Daily Blah for... Friday, April 29, 2005

The Verdict: Mostly Harmless?
At last, after armies of fanboys and the hip-oise condemned early screenings of the movie for failing to live up to the Douglas Adams legacy, real movie critics -- who don't give a damn about how faithful it is to the book or the radio series -- are starting to weigh in. And so today we have a positive review for Hitchhiker's Guide to the Galaxy in the New York Times. This is very encouraging, as I will be forced to see it before long and was preparing myself for a disappointment the size of a planet. Granted, I am very attached to the original TV show, and I'm not sure I will ever feel good about Mos Def as Ford Prefect or Sam Rockwell as Zaphod Beeblebrox. But here's the thing about Hitchhiker's -- it was always evolving. That was the idea. "I see it as an homage to David Deutsch's 'many universes' theory," Adams told me in the one interview I was lucky enough to do with him before his death.
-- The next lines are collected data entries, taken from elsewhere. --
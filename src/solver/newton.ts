/**
 * The nonlinear network solve: Newton's method with a consistent Jacobian on port pressures,
 * contactor holdups and split leak flows, with backtracking line search, an outer loop that
 * settles phase compositions (carried along the actual flow direction) and split states
 * (pinned or leaking at a window limit). Exports `solveNetwork` and the solution types.
 *
 * Equations (SI):
 *   plain segment   Q = (p_from − p_to) / (r0·μ(x)), μ(x) = x μ_A + (1 − x) μ_B: the homogeneous
 *                   (flow-weighted, by volume) viscosity after Cicchitti et al. (1960), which for a
 *                   single phase is Hagen–Poiseuille / the rectangular-duct series;
 *   contactor lane  Q_near = d_near k_near(α)/L, Q_far = d_far k_far(α)/L, with the constraint
 *                   d_near = d_far (both layers feel one pressure gradient), k from twoLayerFlow;
 *   split           pinned: leak ℓ = 0 (any Δ inside the window);
 *                   leaking: Δ = p_B − p_A held at the window limit, ℓ free (continuous model);
 *   every free port conserves volume: Σ inflow − Σ outflow + injection = 0.
 * Per-phase conservation follows because compositions are carried with the flow.
 */
import { twoLayerFlow, type TwoLayerFlow } from '../physics/twoLayer.js';
import { HoldupTable } from '../physics/section.js';
import { TripletBuilder, factorize, SingularMatrixError, SparseLuSymbolic, type LinearFactor, type SparseMatrix } from './linear.js';
import { SOLVER_DEFAULTS, type SolverOptions } from './defaults.js';
import type { ContactorElement, Network, SplitElement } from '../network/assemble.js';

export type SplitState = 'pinned' | 'high' | 'low';
/**
 * A contactor is `open` while both phases enter it. When the network starves one feed, that
 * phase's layer thins to nothing: the other phase fills the channel (`nearFills` or `farFills`)
 * and pushes back into the starved feed line at the merge.
 */
export type FeedState = 'open' | 'nearFills' | 'farFills';

/** Line searches in a row that reach the shortest step before feeds are examined for starvation. */
const STALLS_BEFORE_STATE_CHANGE = 3;
/** A stalled iteration is accepted when every row is within this multiple of the tolerance. */
const STALLED_ACCEPTANCE = 100;
/** A row counts as settled within this multiple of its rounding floor. */
const ROUNDING_FLOOR_FACTOR = 16;
/** Holdup at which a starved contactor is held (a layer of 1e-6 of the width remains). */
const STARVED_EDGE = 1e-6;
/** Holdup within this of 0 or 1 after a stalled Newton iteration marks a starved feed. */
const STARVING = 1e-3;

export interface NetworkSolution {
  converged: boolean;
  iterations: number;
  rounds: number;
  /** Largest port mass residual relative to the smaller phase throughput. */
  residual: number;
  /** Pressure of every port, Pa. */
  pressure: Float64Array;
  /** Near-lane holdup of every contactor (index as network.contactors). */
  holdup: Float64Array;
  /** Leak flow of every split, far → near port, m³/s. */
  leak: Float64Array;
  splitStates: SplitState[];
  /** Flow from the near to the far feed at every merge (non-zero only when a feed is starved), m³/s. */
  crossover: Float64Array;
  feedStates: FeedState[];
  /** Fraction of A in what leaves each port. */
  composition: Float64Array;
  /** Flow of every plain element (from → to) and both lanes of every contactor, m³/s. */
  plainFlow: Float64Array;
  plainComposition: Float64Array;
  laneFlow: Float64Array; // [near0, far0, near1, far1, ...]
  laneComposition: Float64Array;
  /** Not settled: node ids with the largest residuals, split ids that kept switching. */
  unsettled: string[];
  message?: string;
}

/** What a new solve of a chip with the same topology starts from. */
export type WarmStart = Pick<NetworkSolution, 'pressure' | 'holdup' | 'leak' | 'splitStates' | 'crossover' | 'feedStates' | 'composition'>;

const tableCache = new Map<string, HoldupTable>();

function tableFor(c: ContactorElement, muNear: number, muFar: number): HoldupTable {
  const key = `${c.section.width}|${c.section.depth}|${c.section.orientation}|${muNear}|${muFar}`;
  let table = tableCache.get(key);
  if (!table) {
    table = new HoldupTable(c.section, muNear, muFar);
    if (tableCache.size > 256) tableCache.clear();
    tableCache.set(key, table);
  }
  return table;
}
The book, the radio series, the TV show, they all go off in different plot directions. The dialogue changes, expands, contracts. The humor evolves. Dogmatic adherence to a single text dissolves. And the fact that you don't necessarily need a Babel Fish to enjoy all the different versions -- yes, even the Disney version -- in their own way ... well, let's just say there's hope for the third most intelligent species on this planet yet.